▶ _Stored data entries_

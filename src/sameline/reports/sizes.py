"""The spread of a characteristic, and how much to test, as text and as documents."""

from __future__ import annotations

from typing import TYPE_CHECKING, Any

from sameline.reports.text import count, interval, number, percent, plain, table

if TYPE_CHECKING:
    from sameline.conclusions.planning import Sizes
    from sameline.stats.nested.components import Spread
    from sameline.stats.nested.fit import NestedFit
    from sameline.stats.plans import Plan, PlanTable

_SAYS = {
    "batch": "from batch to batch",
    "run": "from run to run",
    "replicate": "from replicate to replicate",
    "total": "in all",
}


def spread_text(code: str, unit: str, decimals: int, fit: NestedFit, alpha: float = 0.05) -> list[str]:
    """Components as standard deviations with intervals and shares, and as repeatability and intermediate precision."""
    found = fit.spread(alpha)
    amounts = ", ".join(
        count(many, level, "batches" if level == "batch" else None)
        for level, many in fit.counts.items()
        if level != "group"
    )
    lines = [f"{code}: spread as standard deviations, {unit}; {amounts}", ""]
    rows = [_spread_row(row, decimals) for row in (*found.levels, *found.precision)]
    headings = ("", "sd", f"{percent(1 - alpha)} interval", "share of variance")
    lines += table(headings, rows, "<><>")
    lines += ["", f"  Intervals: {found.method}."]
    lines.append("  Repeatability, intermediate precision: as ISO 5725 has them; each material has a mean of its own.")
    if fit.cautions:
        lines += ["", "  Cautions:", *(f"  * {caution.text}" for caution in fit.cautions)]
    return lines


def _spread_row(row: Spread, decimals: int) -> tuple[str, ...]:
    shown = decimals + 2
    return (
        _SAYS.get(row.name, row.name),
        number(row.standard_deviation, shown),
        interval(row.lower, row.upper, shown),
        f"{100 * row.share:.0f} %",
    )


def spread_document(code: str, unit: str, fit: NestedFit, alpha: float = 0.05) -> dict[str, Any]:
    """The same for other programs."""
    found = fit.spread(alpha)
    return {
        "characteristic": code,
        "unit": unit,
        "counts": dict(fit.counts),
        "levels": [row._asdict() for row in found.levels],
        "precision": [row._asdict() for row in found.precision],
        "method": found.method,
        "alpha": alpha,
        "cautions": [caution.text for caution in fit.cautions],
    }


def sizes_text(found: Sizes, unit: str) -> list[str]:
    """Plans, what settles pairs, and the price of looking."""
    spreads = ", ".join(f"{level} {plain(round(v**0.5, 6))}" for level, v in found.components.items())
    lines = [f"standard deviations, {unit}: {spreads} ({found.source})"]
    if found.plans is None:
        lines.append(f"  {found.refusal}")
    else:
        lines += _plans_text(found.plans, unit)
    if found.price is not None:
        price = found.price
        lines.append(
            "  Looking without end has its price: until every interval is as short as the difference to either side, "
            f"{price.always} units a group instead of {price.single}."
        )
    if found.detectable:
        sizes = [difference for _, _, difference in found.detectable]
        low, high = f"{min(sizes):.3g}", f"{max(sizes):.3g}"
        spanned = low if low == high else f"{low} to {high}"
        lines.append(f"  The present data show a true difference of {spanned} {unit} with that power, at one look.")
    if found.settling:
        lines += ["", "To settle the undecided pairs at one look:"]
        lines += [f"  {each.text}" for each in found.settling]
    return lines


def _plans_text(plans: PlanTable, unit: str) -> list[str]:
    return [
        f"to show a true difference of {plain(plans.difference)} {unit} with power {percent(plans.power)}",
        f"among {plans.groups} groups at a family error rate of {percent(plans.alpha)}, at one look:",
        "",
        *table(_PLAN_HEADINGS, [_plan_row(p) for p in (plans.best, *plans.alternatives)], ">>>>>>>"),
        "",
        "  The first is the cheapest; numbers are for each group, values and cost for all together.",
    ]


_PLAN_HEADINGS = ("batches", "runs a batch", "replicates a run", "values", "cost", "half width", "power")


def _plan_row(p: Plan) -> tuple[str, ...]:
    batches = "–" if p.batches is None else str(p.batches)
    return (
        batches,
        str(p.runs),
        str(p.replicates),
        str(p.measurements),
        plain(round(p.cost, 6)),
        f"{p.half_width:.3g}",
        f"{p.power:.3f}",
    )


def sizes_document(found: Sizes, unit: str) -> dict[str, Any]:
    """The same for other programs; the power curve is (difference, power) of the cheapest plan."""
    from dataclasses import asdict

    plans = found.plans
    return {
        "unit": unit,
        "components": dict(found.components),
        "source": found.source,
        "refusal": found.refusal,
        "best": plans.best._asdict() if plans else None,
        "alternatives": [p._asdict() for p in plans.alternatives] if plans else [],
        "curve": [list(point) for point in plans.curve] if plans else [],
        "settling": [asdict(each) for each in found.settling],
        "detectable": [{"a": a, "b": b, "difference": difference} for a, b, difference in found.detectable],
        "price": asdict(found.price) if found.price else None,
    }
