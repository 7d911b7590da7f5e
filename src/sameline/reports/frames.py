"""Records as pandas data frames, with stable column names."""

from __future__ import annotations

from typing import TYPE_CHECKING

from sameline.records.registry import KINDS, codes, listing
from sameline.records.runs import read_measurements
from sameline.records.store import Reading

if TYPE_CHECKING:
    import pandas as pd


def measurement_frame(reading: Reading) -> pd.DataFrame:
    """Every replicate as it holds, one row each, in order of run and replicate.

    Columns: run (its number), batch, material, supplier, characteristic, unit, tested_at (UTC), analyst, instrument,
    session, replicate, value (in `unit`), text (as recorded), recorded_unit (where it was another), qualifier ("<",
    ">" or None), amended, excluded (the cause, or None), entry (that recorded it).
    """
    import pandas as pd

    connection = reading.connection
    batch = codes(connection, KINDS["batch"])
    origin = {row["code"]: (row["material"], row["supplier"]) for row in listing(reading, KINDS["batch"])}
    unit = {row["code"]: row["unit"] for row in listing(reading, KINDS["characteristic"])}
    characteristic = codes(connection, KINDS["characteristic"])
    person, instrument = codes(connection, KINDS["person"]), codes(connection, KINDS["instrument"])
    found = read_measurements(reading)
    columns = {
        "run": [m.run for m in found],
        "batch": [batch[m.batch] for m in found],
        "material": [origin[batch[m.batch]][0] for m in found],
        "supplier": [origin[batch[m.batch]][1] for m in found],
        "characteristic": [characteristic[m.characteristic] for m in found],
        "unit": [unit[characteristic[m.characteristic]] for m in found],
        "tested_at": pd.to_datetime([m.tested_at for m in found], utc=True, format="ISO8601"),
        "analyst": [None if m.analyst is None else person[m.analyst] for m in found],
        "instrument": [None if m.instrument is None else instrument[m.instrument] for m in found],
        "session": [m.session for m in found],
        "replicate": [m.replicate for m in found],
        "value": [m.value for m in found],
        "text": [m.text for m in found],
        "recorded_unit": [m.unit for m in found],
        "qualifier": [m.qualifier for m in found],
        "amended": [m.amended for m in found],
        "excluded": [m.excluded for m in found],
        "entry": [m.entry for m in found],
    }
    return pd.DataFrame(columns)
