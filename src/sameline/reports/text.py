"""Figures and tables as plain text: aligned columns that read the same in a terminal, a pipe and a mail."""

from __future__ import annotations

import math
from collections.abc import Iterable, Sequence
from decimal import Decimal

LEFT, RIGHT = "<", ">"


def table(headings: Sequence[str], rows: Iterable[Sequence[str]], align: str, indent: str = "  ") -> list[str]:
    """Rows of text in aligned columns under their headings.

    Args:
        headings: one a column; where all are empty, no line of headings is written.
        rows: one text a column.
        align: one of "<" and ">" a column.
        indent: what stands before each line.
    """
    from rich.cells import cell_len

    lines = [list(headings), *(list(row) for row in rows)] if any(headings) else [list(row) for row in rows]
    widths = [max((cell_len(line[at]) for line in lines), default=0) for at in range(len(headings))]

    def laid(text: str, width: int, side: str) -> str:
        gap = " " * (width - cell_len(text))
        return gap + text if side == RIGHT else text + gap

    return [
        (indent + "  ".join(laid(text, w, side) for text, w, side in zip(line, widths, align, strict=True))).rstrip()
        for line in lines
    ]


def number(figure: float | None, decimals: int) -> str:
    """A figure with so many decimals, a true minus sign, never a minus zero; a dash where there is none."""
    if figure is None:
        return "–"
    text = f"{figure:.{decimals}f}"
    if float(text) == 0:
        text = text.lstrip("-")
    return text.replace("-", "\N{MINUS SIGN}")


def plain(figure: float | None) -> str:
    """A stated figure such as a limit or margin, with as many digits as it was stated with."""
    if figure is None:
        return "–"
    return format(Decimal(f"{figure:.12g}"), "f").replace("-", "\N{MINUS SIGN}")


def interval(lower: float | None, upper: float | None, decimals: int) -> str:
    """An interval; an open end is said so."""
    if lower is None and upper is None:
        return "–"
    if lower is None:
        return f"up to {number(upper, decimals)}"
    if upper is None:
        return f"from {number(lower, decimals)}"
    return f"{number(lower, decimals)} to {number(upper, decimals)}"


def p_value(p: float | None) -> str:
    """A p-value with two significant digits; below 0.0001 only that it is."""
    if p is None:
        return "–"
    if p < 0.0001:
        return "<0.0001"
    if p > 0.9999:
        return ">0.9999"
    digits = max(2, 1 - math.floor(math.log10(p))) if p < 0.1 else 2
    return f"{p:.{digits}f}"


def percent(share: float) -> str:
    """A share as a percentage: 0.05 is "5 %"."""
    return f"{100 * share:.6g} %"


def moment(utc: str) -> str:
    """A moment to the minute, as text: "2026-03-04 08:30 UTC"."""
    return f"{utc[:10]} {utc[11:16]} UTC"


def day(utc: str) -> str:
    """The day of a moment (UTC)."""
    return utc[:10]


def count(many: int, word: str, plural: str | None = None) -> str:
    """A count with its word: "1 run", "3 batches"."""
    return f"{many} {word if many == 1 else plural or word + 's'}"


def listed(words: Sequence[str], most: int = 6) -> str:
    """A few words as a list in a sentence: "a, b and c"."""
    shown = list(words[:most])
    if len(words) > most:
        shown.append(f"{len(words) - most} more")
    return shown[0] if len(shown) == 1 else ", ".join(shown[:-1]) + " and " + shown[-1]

▶ _WORK INSTRUCTION_
No line before the one containing "if len(words) >" belongs in the answer; give again exactly that line and all lines after it through the end of the data.

▶ _SOLVED EXERCISE_
    if len(words) > most:
        shown.append(f"{len(words) - most} more")
    return shown[0] if len(shown) == 1 else ", ".join(shown[:-1]) + " and " + shown[-1]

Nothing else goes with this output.